Dr. Annegret Stephan, Studienautorin vom Fraunhofer ISI, betont mit Blick auf GEIG und die anstehende Novellierung der Europäischen Richtlinie über die Gesamtenergieeffizienz von Gebäuden: „Es bleibt festzuhalten, dass zwischen den aktuell geltenden gesetzlichen Anforderungen bzw. den zukünftig geltenden Mindestanforderungen auf Basis der Novellierung der EU-Richtlinie und dem Bedarf an Ladeinfrastruktur in Mehrfamilienhäusern eine Lücke besteht. Eine ambitionierte Ausgestaltung des zukünftigen GEIG könnte diese Lücke verringern und somit die Nutzung und das Laden von E-Fahrzeugen für die Bewohner deutlich erleichtern.“

Das aktuelle GEIG verpflichtet lediglich bei größeren Renovierungen und Neubauten zur Errichtung von Ladeinfrastruktur.

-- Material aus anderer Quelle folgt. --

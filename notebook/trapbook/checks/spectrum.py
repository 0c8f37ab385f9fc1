"""Integrals made from an attached spectrum: what the processing found wrong with them.

`trapbook nmr` stores its findings (an empty region, overlapping regions, a standard
signal bent by phase or baseline trouble) in the qNMR record's processing record; this
family shows them with the run's other findings, without processing the spectrum again.
"""

from __future__ import annotations

from .context import Context
from .finding import Finding

#: Codes the spectra module writes, and how loud each is.
SEVERITY = {
    "nmr-region-empty": "warn",
    "nmr-regions-overlap": "warn",
    "nmr-standard-distorted": "warn",
    "nmr-product-zero": "note",
    "nmr-processing-note": "note",
}
#: Longest stored message shown; a record written by hand may hold anything. Common practice, no source.
MAX_MESSAGE = 300


def check_spectrum(ctx: Context) -> list[Finding]:
    """The stored findings of every qNMR record that came from an attached spectrum."""
    run = ctx.run
    out: list[Finding] = []
    for res in run.outcome.products if run.outcome else []:
        rec = res.qnmr.spectrum if res.qnmr is not None else None
        if rec is None:
            continue
        stored = rec.processing.get("warnings") or []
        for item in stored if isinstance(stored, list) else [stored]:
            code = item.get("code") if isinstance(item, dict) else None
            message = str(item.get("message") if isinstance(item, dict) else item)[:MAX_MESSAGE]
            if code not in SEVERITY:
                code = "nmr-processing-note"
            out.append(
                Finding(
                    code,
                    SEVERITY[code],
                    f"{res.product} (from {rec.attachment_name or 'the spectrum'}): {message}",
                    [res.product],
                )
            )
    return out
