def read_workups(wk, k: int, where: str, outcome: dict, notes: list[str]) -> None:
    """A workup without materials: the eluent of a flash column, else the work-up text."""
    kind = type(wk).ReactionWorkupType.Name(wk.type)
    details = wk.details.strip()
    if kind == "FLASH_CHROMATOGRAPHY" and details.startswith(ELUENT_PREFIX.strip()) and "eluent" not in outcome:
        outcome["eluent"] = details[len(ELUENT_PREFIX.strip()) :].strip()
        return
    if kind == "CUSTOM" and details:
        text = details
    elif details:
        text = f"{kind.lower().replace('_', ' ')}: {details}"
    else:
        notes.append(f"{where}: workup {k + 1} ({kind}) has no details; kept as its type only")
        text = kind.lower().replace("_", " ")
    outcome["workup"] = f"{outcome['workup']}\n{text}" if outcome.get("workup") else text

Das stellt Menschen, die in Mehrfamilienhäusern im Bestand leben, vor Herausforderungen. Friederike Piper, Referentin für E-Mobilität und Studienleiterin von T&E, betont: „Wenn wir im Bestand nur auf Vorgaben bei Renovierungen setzen, dann wird private Ladeinfrastruktur zum Jahrhundertprojekt. Die Hälfte aller deutschen Wohnungen befinden sich in Mehrfamilienhäusern. Dies muss bei der Mobilitätswende mitgedacht werden, denn bei der E-Mobilität für die breite Bevölkerung geht es nicht nur um günstige E-Autos, sondern auch um günstiges Laden.“

Welche Auswirkungen haben hohe Ladeleistungen auf die Stromnetze?

Für Niederspannungsnetze geht die Studie zukünftig von einer deutlichen Mehrbelastung aus, wie Studienautor Dr. Matthias Kühnbach vom Fraunhofer ISE betont: „Diese kann dort, wo es schon heute starke Auslastungen gibt, einen Netzausbau erforderlich machen. Der Einsatz eines netzorientierten Lastmanagements könnte dabei Lastspitzen verringern und zeitlich verkürzen. Da die Elektrifizierung des Fahrzeugbestandes im Jahr 2030 noch immer steil anwachsen wird, ist für den Zeitraum nach 2030 mit weiteren Herausforderungen im Verteilnetz zu rechnen.“ Dabei erscheint auch die Nutzung von Energiemanagementsystemen für private Ladevorgänge äußerst sinnvoll, damit solche E-Fahrzeuge bevorzugt behandelt werden können, die lediglich eine kurze Standzeit oder einen großen kurzfristigen Energiebedarf haben.